Thanks for this reply and post!
"The German military authorities particularly wanted to raise a unit made up of turned British POWs and mounted a recruiting campaign consisting of offers of various and sundry enticements including direct payments of cash and the recurring company of prostitutes. The Nazis were rewarded for their efforts with the acceptance of their emoluments by no less than 30 enlisted men and a single officer who was shortly thereafter diagnosed as schizophrenic by the Germans themselves and repatriated against his will to the British. While the existence if not the reality of the St. George Legion had some propaganda value, that was the extent of its contribution and none of the members ever saw combat. Indeed, it is reputed that the Germans saw the St. George Legion as so untrustworthy that it was kept out of combat by direct order. 30 British misfits and 1 psychotic lieutenant as opposed to thousands of Frenchmen willing to fight and die for the monster whod raped their own country. Apparently, some things never change." (C)
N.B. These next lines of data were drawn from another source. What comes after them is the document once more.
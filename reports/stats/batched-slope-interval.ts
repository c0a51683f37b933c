// batchedSlopeInterval: the trend (least-squares slope) of a correlated series with an
// interval that allows for the correlation: the series is cut into batches, the slope is
// fitted to the batch means (slopeInterval, t with k - 2 degrees of freedom), and while the
// lag-1 autocorrelation of the fit's residuals exceeds the limit, adjacent batches are
// merged, as batchMeansInterval does for a mean (Law & Kelton, Simulation Modeling and
// Analysis, ch. 9, *memory*; batch means of a regression: the same argument, applied to
// the residuals). Used for the backlog trend of a run (reports/stability.ts).
//
// Leftover observations (n not a multiple of the batch count) are dropped at the start, as
// in batchMeans. Complexity O(n).
// Too little data: fewer than 2 observations throw RangeError; 2 batches give the slope with
// a null half-width; reliable needs at least `minimumBatches` batches.
import { batchMeans } from './batch-means.ts';
import { batchMeansRule, type BatchMeansRule } from './batch-means-interval.ts';
import { lag1Autocorrelation } from './lag1-autocorrelation.ts';
import { mergeAdjacentBatches } from './merge-adjacent-batches.ts';
import { slopeInterval, type SlopeInterval } from './slope-interval.ts';

export interface BatchedSlopeResult {
  fit: SlopeInterval;
  initialBatches: number;
  initialLag1: number;
  batches: number;
  lag1: number;
  reliable: boolean;
}

export function batchedSlopeInterval(x: readonly number[], y: readonly number[], confidence: number, rule: BatchMeansRule = batchMeansRule): BatchedSlopeResult {
  if (x.length !== y.length) throw new RangeError(`batchedSlopeInterval: x and y must have the same length, got ${x.length} and ${y.length}`);
  if (x.length < 2) throw new RangeError(`batchedSlopeInterval: need at least 2 observations, got ${x.length}`);
  const initialBatches = Math.min(rule.initialBatches, x.length);
  let bx = batchMeans(x, initialBatches);
  let by = batchMeans(y, initialBatches);
  let fit = slopeInterval(bx, by, confidence);
  let lag1 = lag1Autocorrelation(fit.residuals);
  const initialLag1 = lag1;
  while (lag1 > rule.maximumLag1 && Math.floor(bx.length / 2) >= rule.minimumBatches) {
    bx = mergeAdjacentBatches(bx);
    by = mergeAdjacentBatches(by);
    fit = slopeInterval(bx, by, confidence);
    lag1 = lag1Autocorrelation(fit.residuals);
  }
  return { fit, initialBatches, initialLag1, batches: bx.length, lag1, reliable: lag1 <= rule.maximumLag1 && bx.length >= rule.minimumBatches && fit.halfWidth !== null };
}
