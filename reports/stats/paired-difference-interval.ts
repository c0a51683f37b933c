// pairedDifferenceInterval: the paired-t confidence interval for the mean of
// D_i = a_i - b_i, with t(1 - alpha/2, n - 1) (Law, Simulation Modeling and Analysis,
// 5th ed., §10.2.1 "paired-t confidence interval"). It is the right interval when
// run i of system a and run i of system b share random numbers (common random
// numbers): the positive correlation they induce cancels in the difference and
// narrows the interval compared with welchInterval.
//
// Complexity: O(n).
// Too little data: throws RangeError if the lengths differ or are 0; one pair gives
// halfWidth/low/high null (see intervalOf).
import type { Interval } from './interval.ts';
import { intervalOf } from './interval-of.ts';

export function pairedDifferenceInterval(a: readonly number[], b: readonly number[], confidence: number): Interval {
  if (a.length !== b.length) {
    throw new RangeError(
      `pairedDifferenceInterval: paired samples must have the same length, got ${a.length} and ${b.length}`,
    );
  }
  if (a.length === 0) {
    throw new RangeError('pairedDifferenceInterval: cannot form an interval from empty samples');
  }
  const differences = a.map((value, index) => value - b[index]);
  return intervalOf(differences, confidence);
}
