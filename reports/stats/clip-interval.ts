// clipInterval: limits an interval's ends to the range the quantity can take (fractions
// 0..1, counts and rates >= 0). If the true value lies in [lower, upper] and in [low, high],
// it lies in [max(low, lower), min(high, upper)], so clipping never lowers the coverage of
// an interval (common practice; the same argument as for truncating a confidence set to the
// parameter space). The mean and the half-width (the precision of the estimate) are left as
// they are, so after clipping low and high need not be mean ∓ halfWidth.
//
// Example: {mean: 0.01, halfWidth: 0.03, low: -0.02, high: 0.04} in [0, 1] -> low 0, high 0.04.
// Complexity: O(1). Null ends stay null.
import type { Interval } from './interval.ts';

export function clipInterval(interval: Interval, lower: number, upper: number): Interval {
  if (!(lower <= upper)) throw new RangeError(`clipInterval: lower ${lower} must not exceed upper ${upper}`);
  const clip = (v: number | null): number | null => (v === null ? null : Math.min(upper, Math.max(lower, v)));
  return { ...interval, low: clip(interval.low), high: clip(interval.high) };
}
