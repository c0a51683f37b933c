// Public surface of reports/stats: output-analysis statistics for simulation runs.
export { tQuantile } from './t-quantile.ts';
export type { Interval } from './interval.ts';
export { intervalOf } from './interval-of.ts';
export { mserStatistics } from './mser-statistics.ts';
export { mserCut } from './mser-cut.ts';
export type { MserCut } from './mser-cut.ts';
export { batchMeans } from './batch-means.ts';
export { pairedDifferenceInterval } from './paired-difference-interval.ts';
export { bonferroniConfidence } from './bonferroni-confidence.ts';
export { quantileSorted } from './quantile-sorted.ts';
export { welchInterval } from './welch-interval.ts';
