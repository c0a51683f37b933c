// quantileSorted: the sample p-quantile by linear interpolation between order
// statistics, definition 7 of Hyndman & Fan, "Sample quantiles in statistical
// packages", The American Statistician 50(4):361-365, 1996 (R's default `quantile`
// type, numpy's default "linear"):  h = (n - 1)·p,  Q = x[floor h] + (h - floor h)·(x[floor h + 1] - x[floor h]).
// The input must already be sorted ascending (not checked); any ArrayLike works,
// including Float64Array.
//
// Complexity: O(1).
// Too little data: throws RangeError on an empty array or p outside [0, 1] (or NaN).
// A single value is every quantile.
export function quantileSorted(sorted: ArrayLike<number>, p: number): number {
  const n = sorted.length;
  if (n === 0) {
    throw new RangeError('quantileSorted: cannot take a quantile of an empty array');
  }
  if (!(p >= 0 && p <= 1)) {
    throw new RangeError(`quantileSorted: p must be between 0 and 1, got ${p}`);
  }
  const position = (n - 1) * p;
  const lowerIndex = Math.floor(position);
  const fraction = position - lowerIndex;
  const lower = sorted[lowerIndex];
  if (fraction === 0) {
    return lower;
  }
  return lower + fraction * (sorted[lowerIndex + 1] - lower);
}
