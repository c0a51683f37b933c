// intervalOf: the classical Student-t confidence interval for a mean,
//   mean ± t(1 - alpha/2, n - 1) · s / sqrt(n),
// with s the SAMPLE standard deviation (divisor n - 1, simple-statistics
// `sampleStandardDeviation`) — see e.g. NIST/SEMATECH e-Handbook of Statistical
// Methods §7.2.2.1, or Law, Simulation Modeling and Analysis (5th ed.) §4.5.
// The values are assumed independent and identically distributed (e.g. one summary
// per independent replication, or batch means).
//
// Complexity: O(n).
// Too little data: n = 0 throws RangeError; n = 1 returns the value as the mean with
// halfWidth/low/high null (no variance estimate). All values equal gives halfWidth
// exactly 0 and mean exactly that value (checked explicitly, because the floating
// point mean of e.g. [0.1, 0.1, 0.1] is 0.10000000000000002 and its sd ~1.7e-17).
// Non-finite values are not rejected; they propagate into NaN/Infinity results.
import { mean, sampleStandardDeviation } from 'simple-statistics';
import { checkConfidence } from './check-confidence.ts';
import type { Interval } from './interval.ts';
import { tQuantile } from './t-quantile.ts';

export function intervalOf(values: readonly number[], confidence = 0.95): Interval {
  checkConfidence(confidence, 'intervalOf');
  const n = values.length;
  if (n === 0) {
    throw new RangeError('intervalOf: cannot form an interval from an empty list of values');
  }
  const first = values[0];
  if (n === 1) {
    return { mean: first, halfWidth: null, low: null, high: null, n };
  }
  const allEqual = values.every((value) => value === first);
  const sampleMean = allEqual ? first : mean(values);
  const standardDeviation = allEqual ? 0 : sampleStandardDeviation(values);
  const halfWidth = (tQuantile(1 - (1 - confidence) / 2, n - 1) * standardDeviation) / Math.sqrt(n);
  return { mean: sampleMean, halfWidth, low: sampleMean - halfWidth, high: sampleMean + halfWidth, n };
}
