// Minimal ambient types for the parts of jstat (https://github.com/jstat/jstat, 1.9.x)
// that reports/stats uses. jstat ships no types and there is no @types/jstat.
// jstat is a CommonJS/UMD bundle doing `module.exports = jStat`; under Node ESM (tsx)
// and under vitest the default import is that jStat object, hence `export default`.
// The property names (studentt, inv) are jstat's own and cannot be renamed.
declare module 'jstat' {
  type JStatLibrary = {
    studentt: {
      inv(p: number, degreesOfFreedom: number): number;
      cdf(x: number, degreesOfFreedom: number): number;
    };
    normal: {
      inv(p: number, mean: number, standardDeviation: number): number;
    };
  };
  const jStat: JStatLibrary;
  export default jStat;
}
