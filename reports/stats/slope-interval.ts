// slopeInterval: the least-squares slope of y on x with its Student-t confidence interval
// (simple linear regression; e.g. Draper & Smith, Applied Regression Analysis, 3rd ed.,
// §1.4; Montgomery & Runger, Applied Statistics and Probability for Engineers, §11-5):
//   b = Sxy / Sxx,  s^2 = SSE / (n - 2),  se(b) = s / sqrt(Sxx),  b ± t(1 - alpha/2, n - 2) se(b).
// The residuals are assumed independent: feed it batch means, not raw correlated samples
// (see batchedSlopeInterval). Checked against the NIST StRD "Norris" certified values.
//
// Complexity: O(n).
// Too little data: fewer than 2 points, or all x equal, throws RangeError; exactly 2 points
// give the slope with halfWidth/low/high null (no residual degrees of freedom).
import { checkConfidence } from './check-confidence.ts';
import { tQuantile } from './t-quantile.ts';

export interface SlopeInterval {
  slope: number;
  intercept: number;
  /** Standard error of the slope, or null with fewer than 3 points. */
  standardError: number | null;
  degreesOfFreedom: number;
  halfWidth: number | null;
  low: number | null;
  high: number | null;
  n: number;
  /** y minus the fitted line, in input order. */
  residuals: number[];
}

export function slopeInterval(x: readonly number[], y: readonly number[], confidence: number): SlopeInterval {
  checkConfidence(confidence, 'slopeInterval');
  const n = x.length;
  if (n !== y.length) throw new RangeError(`slopeInterval: x and y must have the same length, got ${n} and ${y.length}`);
  if (n < 2) throw new RangeError(`slopeInterval: need at least 2 points, got ${n}`);
  let sumX = 0;
  let sumY = 0;
  for (let i = 0; i < n; i += 1) {
    sumX += x[i];
    sumY += y[i];
  }
  const meanX = sumX / n;
  const meanY = sumY / n;
  let sxx = 0;
  let sxy = 0;
  for (let i = 0; i < n; i += 1) {
    const dx = x[i] - meanX;
    sxx += dx * dx;
    sxy += dx * (y[i] - meanY);
  }
  if (!(sxx > 0)) throw new RangeError('slopeInterval: all x values are equal, the slope is undefined');
  const slope = sxy / sxx;
  const intercept = meanY - slope * meanX;
  const residuals = new Array<number>(n);
  let sse = 0;
  for (let i = 0; i < n; i += 1) {
    residuals[i] = y[i] - (intercept + slope * x[i]);
    sse += residuals[i] * residuals[i];
  }
  const degreesOfFreedom = n - 2;
  if (degreesOfFreedom < 1) {
    return { slope, intercept, standardError: null, degreesOfFreedom, halfWidth: null, low: null, high: null, n, residuals };
  }
  const standardError = Math.sqrt(sse / degreesOfFreedom / sxx);
  const halfWidth = tQuantile(1 - (1 - confidence) / 2, degreesOfFreedom) * standardError;
  return { slope, intercept, standardError, degreesOfFreedom, halfWidth, low: slope - halfWidth, high: slope + halfWidth, n, residuals };
}
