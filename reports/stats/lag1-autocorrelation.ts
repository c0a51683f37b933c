// lag1Autocorrelation: the sample autocorrelation at lag 1 (Box & Jenkins, Time Series
// Analysis, 1970, §2.1.6; R's `acf` uses the same estimator):
//   r1 = sum_{i=1..k-1} (X_i - mean)(X_{i+1} - mean) / sum_{i=1..k} (X_i - mean)^2.
// Batch-means intervals need nearly uncorrelated batch means; r1 is the usual check (Law &
// Kelton, Simulation Modeling and Analysis, ch. 9, *memory*).
//
// Example: [1, 2, 3, 4, 5] gives (2 + 0 + 0 + 2) / 10 = 0.4.
// Complexity: O(k).
// Too little data: fewer than 2 values, or all values equal (no variance), gives 0: there
// is no dependence to measure, and a constant series needs no merging.
export function lag1Autocorrelation(values: readonly number[]): number {
  const k = values.length;
  if (k < 2) return 0;
  let sum = 0;
  for (const value of values) sum += value;
  const mean = sum / k;
  let squares = 0;
  let products = 0;
  for (let i = 0; i < k; i += 1) {
    const deviation = values[i] - mean;
    squares += deviation * deviation;
    if (i + 1 < k) products += deviation * (values[i + 1] - mean);
  }
  // Relative test: a series equal up to rounding noise has no variance worth measuring.
  if (squares <= 1e-24 * Math.max(1, mean * mean) * k) return 0;
  return products / squares;
}
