def _bench_files() -> dict[str, bytes | str]:
    return {
        "bench_binary.csv": b"\x00\x01liquid,result\x00\xff" * 50,
        "bench_empty.csv": "",
        "bench_comments.csv": "# nothing but a comment\n# and another\n",
        "bench_header.csv": "liquid,result\n",
        "bench_no_result.csv": "liquid\nethanol\n",
        "bench_unknown_column.csv": "liquid,outcome\nethanol,good\n",
        "bench_word.csv": "liquid,result\nethanol,maybe\nwater,bad\n",
        "bench_mixed.csv": "liquid,result\nethanol,good\nwater,3\n",
        "bench_duplicate.csv": "liquid,result\nethanol,good\n64-17-5,bad\n",
        "bench_unknown_liquid.csv": "liquid,result\nethanoll,good\nwater,bad\n",
        "bench_own_range.csv": "liquid,result,dD,dP,dH\nmine,good,37,3,4\nwater,bad,,,\n",
        "bench_own_partial.csv": "liquid,result,dD,dP,dH\nmine,good,17,3,\nwater,bad,,,\n",
        "bench_own_nan.csv": "liquid,result,dD,dP,dH\nmine,good,nan,3,4\nwater,bad,,,\n",
        "bench_nan_score.csv": "liquid,result\nethanol,nan\nwater,2\n",
        "bench_inf_score.csv": "liquid,result\nethanol,inf\nwater,2\n",
        "bench_weight_negative.csv": "liquid,result,weight\nethanol,good,-1\nwater,bad,1\n",
        "bench_weight_inf.csv": "liquid,result,weight\nethanol,good,inf\nwater,bad,1\n",
        "bench_blend_bad.csv": "liquid,result\nethanol:water=70,bad\nacetone,good\n",
        "bench_blend_negative.csv": "liquid,result\nethanol:water=-70:30,bad\nacetone,good\n",
        "bench_too_many_fields.csv": "liquid,result\nethanol,good,extra\n",
        "bench_few.csv": "liquid,result\nethanol,good\nwater,bad\n",
        "bench_all_good.csv": BENCH.replace(",bad", ",good"),
        "bench_semicolon_own.csv": "liquid;result;dD;dP;dH\nmine;good;17,5;3,2;47,5\nwater;bad;;;\n",
        "bench_huge_field.csv": "liquid,result\n" + "a" * 200_000 + ",good\n",
    }


def _formula_files() -> dict[str, bytes | str]:
    return {
        "formula_binary.csv": b"\x00\xff\xfe" * 30,
        "formula_empty.csv": "",
        "formula_header.csv": "name,mass_percent\n",
        "formula_too_many.csv": "name,mass_percent\npropylene glycol,90,extra,more\nvanillin,10\n",
        "formula_too_few.csv": "name,mass_percent,cas\npropylene glycol\nvanillin,10,121-33-5\n",
        "formula_no_name.csv": "component,mass_percent\npropylene glycol,90\n",
        "formula_both_bases.csv": "name,mass_percent,volume_percent\npropylene glycol,90,90\n",
        "formula_unknown_column.csv": "name,mass_percent,price\npropylene glycol,90,1\n",
        "formula_nan.csv": "name,mass_percent\npropylene glycol,nan\nvanillin,10\n",
        "formula_negative.csv": "name,mass_percent\npropylene glycol,-90\nvanillin,10\n",
        "formula_over.csv": "name,mass_percent\npropylene glycol,190\nvanillin,10\n",
        "formula_sum.csv": "name,mass_percent\npropylene glycol,95\nvanillin,10\n",
        "formula_word.csv": "name,mass_percent\npropylene glycol,ninety\nvanillin,10\n",
        "formula_empty_name.csv": "name,mass_percent\n,90\nvanillin,10\n",
        "formula_density.csv": "name,mass_percent,density_g_cm3\npropylene glycol,90,9.5\nvanillin,10,\n",
        "formula_unknown.csv": "name,mass_percent\npropylene glycool,90\nvanillin,10\n",
        "formula_twice.csv": "name,mass_percent\nvanillin,50\nvanillin,50\n",
        "formula_semicolon_wrong.csv": "name;percent\npropylene glycol;89,5\n",
        "formula_folder.csv/keep": "",
    }
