"""The ``blend`` job: the best blends of up to four liquids for a target, under constraints.

The liquids are the one candidate pool (:mod:`solvsel.jobs.pool`: use, property
limits, hazard, food law, temperature, each liquid left out with its reason).
For every combination the volume fractions closest to the target are exact
(:func:`solvsel.science.blends.exact_candidates`); the best blends are then
checked one by one, best first: one phase at their fractions
(:mod:`solvsel.science.miscibility`: measured pairs first, prediction
otherwise, a blend of three or four liquids also as a whole), the carrier
limits at a dose (:func:`solvsel.rules.regulations.carrier_dose_check`), and
blends the model cannot tell apart (liquids of the same HSP at the same
fractions) are folded into one.  With solutes to reject, the blends are
sorted into non-dominated layers of (fit, distance of the nearest reject).

.. math::
    \\delta_\\mathrm{blend} = \\sum_i \\phi_i \\delta_i,\\qquad
    \\mathrm{RED} = R_a(\\delta_\\mathrm{blend}, \\delta_t) / R_0

Example: nitrocellulose (sphere 15.4, 14.7, 8.8 with R0 11.5 MPa^0.5, from
memory of the polymer table of Hansen's handbook, 2007) is dissolved by neither
diethyl ether nor ethanol (RED > 1) but by their blend, the classic collodion
solvent:

>>> from solvsel.jobs.blend import blend
>>> res = blend(hsp=(15.4, 14.7, 8.8, 11.5), max_components=2, only=("diethyl ether", "ethanol"))
>>> [(b.label, round(b.red, 2)) for b in res.results]
[('diethyl ether 0.48 + ethanol 0.52', 0.82), ('ethanol 1.00', 1.06), ('diethyl ether 1.00', 1.1)]
"""

from __future__ import annotations

from dataclasses import dataclass, field, replace
from functools import cached_property
from typing import Any, Callable

import numpy as np

from ..data.catalog import Catalog
from ..data.provenance import audit_block
from ..errors import InputError, UnknownNameError
from ..rules.cautions import DEFER, solvent_cautions
from ..rules.regulations import carrier_dose_check
from ..science.blends import (
    MAX_COMPONENTS,
    BestCandidates,
    Blend,
    BlendComponent,
    Candidates,
    DroppedBlend,
    FractionBound,
    RejectDistance,
    SearchCancelled,
    blend_solubility,
    one_phase,
    one_phase_screen,
    pareto_front,
    pareto_layers,
    stream_candidates,
)
from ..science.formulation import Step
from ..science.miscibility import PairMatrix, pair_matrix
from ..science.hansen import SCALE, as_hsp, convert_fractions
from ..science.target import Target, target_from_hsp
from ._base import (build_request, catalog_or_default, check_bool, check_choice, check_int, check_names, check_number,
                    check_pairs, frame, target_of)
from .load import DEFAULT_STORAGE_C, check_load_value, check_storage, load_info
from .parse import parse_amounts, parse_chain, parse_fraction_bound, parse_hsp
from .pool import Candidate, LeftOut, Pool, PoolRequest, hazard_rank, solvent_named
My Dad was a WWI vet. He was injured in accident and broke his back and never got to France. However, many of his friends did. They came back after WWI hating the French.
My Dad had a couple of younger cousins who served in France in WWII, one came back with a metal plate replacing part of his skull. I remember my Dad and his cousins discussing the French when I was growing up.
I could never understatnd their hatred of the French until the past couple of decades.
As you noted, some things never seem to change.
Growing up in a 3rd floor tenement in Fall River, Massachusetts, our landlord downstairs was a French Canadian who'd lost both his legs fighting in the US Army in WWII.
At some point as I was growing up, I came to know how much, as odd as it seemed, he, too, hated the French. Never got the details of why, though.